• _PROBLEM REQUIREMENTS_:
Some of the lines below need repeating. Reproduce exactly those between the lines holding "y = line + hump + rs.normal(0, sigma, n)" and "# Reference fixture", inclusive.

BEGIN DATA SECTION

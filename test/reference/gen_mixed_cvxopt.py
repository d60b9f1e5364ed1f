"""Reference optima of the mixed-smoothness trend from Debian's python3-cvxopt (a general
QP solver, cvxopt.solvers.qp), at small n:

  minimise 1/2 sum w_i (y_i - a_i - c_i)^2 + lam1 ||D(x, 2) a||_1 + lam3 ||D(x, 4) c||_1
  subject to sum w_i c_i = 0 and sum w_i x_i c_i = 0 (straight lines belong to a),

written as a QP in (a, c, s, t) with -s <= D(x, 2) a <= s, -t <= D(x, 4) c <= t. D(x, q) is the
divided-difference operator of trend filtering on unequal x: D(x, 1) first differences,
D(x, j+1) = D1 diag(j / (x_{i+j} - x_i)) D(x, j). The series are invented and seeded
(numpy RandomState): straight pieces with kinks, then smooth humps, uneven x.
Solved with kktsolver='ldl' (the quadratic term is singular) at the tightest tolerance
(1e-12 down to 1e-8) at which cvxopt reports 'optimal'.
Writes fixtures/mixed_cvxopt.json.
"""
import json
import os

import numpy as np
import cvxopt
from cvxopt import matrix, solvers


def diff_op(x, q):
    n = len(x)
    D = np.eye(n)
    for s in range(1, q + 1):
        length = D.shape[0]
        if s >= 2:
            j = s - 1
            scale = np.array([j / (x[i + j] - x[i]) for i in range(length)])
            D = scale[:, None] * D
        D = D[1:] - D[:-1]
    return D


def solve(x, y, w, lam1, lam3):
    n = len(x)
    D2, D4 = diff_op(x, 2), diff_op(x, 4)
    m2, m4 = D2.shape[0], D4.shape[0]
    N = 2 * n + m2 + m4
    W = np.diag(w)
    M = np.hstack([np.eye(n), np.eye(n)])
    P = np.zeros((N, N))
    P[: 2 * n, : 2 * n] = M.T @ W @ M
    c = np.zeros(N)
    c[: 2 * n] = -M.T @ W @ y
    c[2 * n: 2 * n + m2] = lam1
    c[2 * n + m2:] = lam3
    G = np.zeros((2 * m2 + 2 * m4, N))
    G[:m2, :n] = D2
    G[:m2, 2 * n: 2 * n + m2] = -np.eye(m2)
    G[m2: 2 * m2, :n] = -D2
    G[m2: 2 * m2, 2 * n: 2 * n + m2] = -np.eye(m2)
    G[2 * m2: 2 * m2 + m4, n: 2 * n] = D4
    G[2 * m2: 2 * m2 + m4, 2 * n + m2:] = -np.eye(m4)
    G[2 * m2 + m4:, n: 2 * n] = -D4
    G[2 * m2 + m4:, 2 * n + m2:] = -np.eye(m4)
    h = np.zeros(2 * m2 + 2 * m4)
    A = np.zeros((2, N))
    A[0, n: 2 * n] = w
    A[1, n: 2 * n] = w * x
    for tol in (1e-12, 1e-11, 1e-10, 1e-9, 1e-8):
        solvers.options.update({"show_progress": False, "abstol": tol, "reltol": tol, "feastol": tol, "maxiters": 300})
        sol = solvers.qp(matrix(P), matrix(c), matrix(G), matrix(h), matrix(A), matrix(np.zeros(2)), kktsolver="ldl")
        if sol["status"] == "optimal":
            break
    z = np.array(sol["x"]).ravel()
    a, cc = z[:n], z[n: 2 * n]
    r = y - a - cc
    obj = 0.5 * np.sum(w * r ** 2) + lam1 * np.sum(np.abs(D2 @ a)) + lam3 * np.sum(np.abs(D4 @ cc))
    return {"status": sol["status"], "tolerance": tol, "gap": sol["gap"], "relative_gap": sol["relative gap"], "objective": obj,
            "kinks": a.tolist(), "bends": cc.tolist(), "fitted": (a + cc).tolist()}


def case(name, seed, n, lam1, lam3, weighted, sigma=0.15):
    rs = np.random.RandomState(seed)
    x = np.cumsum(rs.uniform(0.5, 1.5, n))
    t = (x - x[0]) / (x[-1] - x[0])
    relu = lambda v: np.maximum(v, 0)
    line = 4 * t - 10 * relu(t - 0.12) + 12 * relu(t - 0.25) - 8 * relu(t - 0.38)
    hump = np.where(t > 0.5, 0.8 * (1 - np.cos(2 * np.pi * (t - 0.5) / 0.25)), 0)
    y = line + hump + rs.normal(0, sigma, n)
    w = rs.uniform(0.5, 2.0, n) if weighted else np.ones(n)
    out = solve(x, y, w, lam1, lam3)
    return {"name": name, "x": x.tolist(), "y": y.tolist(), "w": w.tolist(), "weighted": weighted,
            "penalty": lam1, "bendPenalty": lam3, **out}


cases = [
    case("n60-balanced", 21, 60, 0.25, 0.6, False),
    case("n80-weighted", 22, 80, 0.15, 0.4, True),
    case("n50-kinks-cheap", 23, 50, 0.05, 200.0, False),
    case("n70-bends-cheap", 24, 70, 2.0, 2.0, True),
]
out = {"source": "cvxopt.solvers.qp (Debian python3-cvxopt)", "version": cvxopt.__version__, "numpy": np.__version__,
       "note": __doc__.strip(), "cases": cases}
with open(os.path.join(os.path.dirname(os.path.abspath(__file__)), "fixtures", "mixed_cvxopt.json"), "w") as f:
    json.dump(out, f)
for c in cases:
    print(c["name"], c["status"], c["tolerance"], c["relative_gap"], c["objective"])
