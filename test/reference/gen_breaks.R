# Reference fixture for changepoint segmentation: the annual flow of the Nile at
# Aswan, 1871-1970 (R datasets::Nile, 10^8 m^3), with a documented level shift
# around 1898-1899 (Cobb 1978, Biometrika 65:243-251; the first Aswan dam).
# Writes fixtures/breaks_nile.json with the data, the R version and two base-R
# reference computations on the same data:
#  - exhaustive single change in mean by least squares (every split point);
#  - optimal partitioning (Jackson et al. 2005) of the Gaussian change-in-mean cost
#    RSS / sigma^2 with sigma = mad(diff(y)) / sqrt(2) and penalties 2 log n (BIC, p = 2)
#    and 3 log n (MBIC), an O(n^2) dynamic programme written here in base R.
# No JSON package is available: JSON is written with sprintf("%.17g").
y <- as.numeric(datasets::Nile)
years <- as.numeric(time(datasets::Nile))
n <- length(y)

# single change: first index (0-based) of the second segment minimising total RSS
rss <- function(v) sum((v - mean(v))^2)
single <- sapply(1:(n - 1), function(k) rss(y[1:k]) + rss(y[(k + 1):n]))
k1 <- which.min(single)        # last point of the first segment (1-based)

sigma <- mad(diff(y)) / sqrt(2) # R's mad: 1.4826 * median absolute deviation
op <- function(beta) {
  z <- y / sigma
  cs <- c(0, cumsum(z)); cs2 <- c(0, cumsum(z^2))
  cost <- function(s, t) { m <- t - s; a <- cs[t + 1] - cs[s + 1]; max(0, cs2[t + 1] - cs2[s + 1] - a^2 / m) }
  F <- c(-beta, rep(Inf, n)); last <- integer(n + 1)
  for (t in 1:n) {
    best <- Inf
    for (s in 0:(t - 1)) { v <- F[s + 1] + cost(s, t) + beta; if (v < best) { best <- v; last[t + 1] <- s } }
    F[t + 1] <- best
  }
  ch <- integer(0); t <- n
  while (t > 0) { s <- last[t + 1]; if (s > 0) ch <- c(s, ch); t <- s }
  list(changes = ch, penalised = F[n + 1])
}
bic <- op(2 * log(n))
mbic <- op(3 * log(n))

num <- function(v) paste(sprintf("%.17g", v), collapse = ", ")
out <- file.path("fixtures", "breaks_nile.json")
cat(sprintf('{
  "source": "R datasets::Nile (annual flow of the Nile at Aswan, 10^8 m^3, 1871-1970); level shift around 1898-1899 documented by Cobb (1978), Biometrika 65:243-251",
  "generator": "test/reference/gen_breaks.R",
  "rVersion": "%s",
  "n": %d,
  "years": [%s],
  "flow": [%s],
  "singleChange": { "method": "exhaustive least squares over every split, base R", "firstIndexOfSecondSegment": %d, "year": %s, "rss": %s },
  "sigma": { "method": "mad(diff(y)) / sqrt(2), R stats::mad (constant 1.4826)", "value": %s },
  "optimalPartitioning": {
    "method": "optimal partitioning of RSS / sigma^2, base R O(n^2) dynamic programme; changes are 0-based first indices of new segments",
    "bic": { "penalty": %s, "changes": [%s], "penalisedCost": %s },
    "mbic": { "penalty": %s, "changes": [%s], "penalisedCost": %s }
  }
}
', R.version.string, n, num(years), num(y), k1, num(years[k1 + 1]), num(single[k1]), num(sigma),
   num(2 * log(n)), paste(bic$changes, collapse = ", "), num(bic$penalised),
   num(3 * log(n)), paste(mbic$changes, collapse = ", "), num(mbic$penalised)), file = out)
cat("wrote", out, "\n")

END DATA SECTION

• _ANSWER BELOW_:
    y = line + hump + rs.normal(0, sigma, n)
    w = rs.uniform(0.5, 2.0, n) if weighted else np.ones(n)
    out = solve(x, y, w, lam1, lam3)
    return {"name": name, "x": x.tolist(), "y": y.tolist(), "w": w.tolist(), "weighted": weighted,
            "penalty": lam1, "bendPenalty": lam3, **out}


cases = [
    case("n60-balanced", 21, 60, 0.25, 0.6, False),
    case("n80-weighted", 22, 80, 0.15, 0.4, True),
    case("n50-kinks-cheap", 23, 50, 0.05, 200.0, False),
    case("n70-bends-cheap", 24, 70, 2.0, 2.0, True),
]
out = {"source": "cvxopt.solvers.qp (Debian python3-cvxopt)", "version": cvxopt.__version__, "numpy": np.__version__,
       "note": __doc__.strip(), "cases": cases}
with open(os.path.join(os.path.dirname(os.path.abspath(__file__)), "fixtures", "mixed_cvxopt.json"), "w") as f:
    json.dump(out, f)
for c in cases:
    print(c["name"], c["status"], c["tolerance"], c["relative_gap"], c["objective"])
filename test/reference/gen_breaks.R
# Reference fixture for changepoint segmentation: the annual flow of the Nile at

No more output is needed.